» **Records for processing**:
>>>>

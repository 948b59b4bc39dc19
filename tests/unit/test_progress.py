"""What a run shows on the terminal."""

from __future__ import annotations

import io
from pathlib import Path

from lineproof.planning import Most
from lineproof.progress import Progress


class Terminal(io.StringIO):
    """A stream that can rewrite its line."""

    def isatty(self) -> bool:
        return True


def test_each_step_is_a_line_with_steps_done_of_steps_to_do() -> None:
    stream = io.StringIO()
    progress = Progress(stream)
    progress.planned({"estimate_betas": 1, "price_subperiod": 9, "study": 1, "total": 11})
    progress.started(1, "estimate_betas", {"estimate": "monthly60"})
    progress.finished(1)
    progress.started(2, "price_subperiod", {"subperiod": "full"})
    progress.started(0, "study", {})
    assert stream.getvalue() == "[ 1/10] estimate betas monthly60\n[ 2/10] price subperiod full\n"


def test_the_count_grows_when_more_steps_become_known() -> None:
    progress = Progress(io.StringIO())
    progress.planned({"validate_returns": 1, "study": 1, "total": 2})
    progress.started(1, "validate_returns", {})
    progress.finished(1)
    progress.counted(1, 8)  # seven jobs are left, one of which is the target
    assert (progress.done, progress.total) == (1, 7)


def test_before_the_subperiods_are_cut_the_most_there_can_be_is_said() -> None:
    """The denominator never grows: it is a bound at first, and the scheduler's count once that is complete."""
    stream = io.StringIO()
    progress = Progress(stream)
    progress.most = Most(6, sure=True)
    progress.planned({"validate_returns": 1, "study": 1})
    steps = ["validate_returns", "cut_subperiods", "price_subperiod", "gather_estimates"]
    for job, (step, total) in enumerate(zip(steps, (3, 3, 5, 5), strict=True), start=1):
        progress.started(job, step, {})
        progress.finished(job)
        progress.counted(job, total)
    assert stream.getvalue().splitlines() == [
        "[1/at most 6] validate returns",
        "[2/at most 6] cut subperiods",
        "[3/at most 6] price subperiod",
        "[4/4] gather estimates",
    ]


def test_a_bound_that_is_not_sure_is_about() -> None:
    stream = io.StringIO()
    progress = Progress(stream)
    progress.most = Most(6, sure=False)
    progress.planned({"cut_subperiods": 1, "study": 1})
    progress.started(1, "cut_subperiods", {})
    assert stream.getvalue() == "[1/about 6] cut subperiods\n"


def test_without_a_checkpoint_ahead_the_count_is_exact() -> None:
    stream = io.StringIO()
    progress = Progress(stream)
    progress.most = Most(6, sure=True)
    progress.planned({"write_tables": 1, "write_report": 1, "study": 1})
    progress.started(1, "write_tables", {})
    assert stream.getvalue() == "[1/2] write tables\n"


def test_a_check_ends_at_its_checkpoint() -> None:
    stream = io.StringIO()
    progress = Progress(stream)
    progress.most = Most(6, sure=True)
    progress.planned({"validate_returns": 1, "data": 1})
    progress.started(1, "validate_returns", {})
    assert stream.getvalue() == "[1/1] validate returns\n"


def test_a_terminal_shows_one_line_that_is_rewritten_and_cleared() -> None:
    stream = Terminal()
    progress = Progress(stream)
    progress.planned({"validate_returns": 1})
    progress.started(1, "validate_returns", {})
    progress.finished(1)
    progress.end()
    assert "\n" not in stream.getvalue()
    assert stream.getvalue().endswith("\r\033[K")


def test_a_failure_shows_the_message_and_where_the_log_is(tmp_path: Path) -> None:
    log = tmp_path / "validate_returns.log"
    log.with_suffix(".message").write_text(
        "The raw data cannot be used.\n  returns.csv: empty\n", encoding="utf-8"
    )
    stream = io.StringIO()
    progress = Progress(stream)
    progress.failed("validate_returns", [str(log)])
    progress.said("Exiting because a job execution failed.")
    assert progress.end()
    assert stream.getvalue() == (
        f"The raw data cannot be used.\n  returns.csv: empty\n  (step: validate returns; log: {log})\n"
    )


def test_another_error_of_the_scheduler_is_shown() -> None:
    stream = io.StringIO()
    progress = Progress(stream)
    progress.said("MissingInputException: raw.csv")
    assert progress.end()
    assert stream.getvalue() == "MissingInputException: raw.csv\n"


def test_nothing_to_say_says_so() -> None:
    assert not Progress(io.StringIO()).end()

<<<<

» **Problem to solve**: Above are the records. Print exactly, and only, the lines from the line with "return True" to the line with "def test_the_count_grows_when_more_steps_become_known() ->", both inclusive.

» **Exercise answer**:
        return True


def test_each_step_is_a_line_with_steps_done_of_steps_to_do() -> None:
    stream = io.StringIO()
    progress = Progress(stream)
    progress.planned({"estimate_betas": 1, "price_subperiod": 9, "study": 1, "total": 11})
    progress.started(1, "estimate_betas", {"estimate": "monthly60"})
    progress.finished(1)
    progress.started(2, "price_subperiod", {"subperiod": "full"})
    progress.started(0, "study", {})
    assert stream.getvalue() == "[ 1/10] estimate betas monthly60\n[ 2/10] price subperiod full\n"


def test_the_count_grows_when_more_steps_become_known() -> None:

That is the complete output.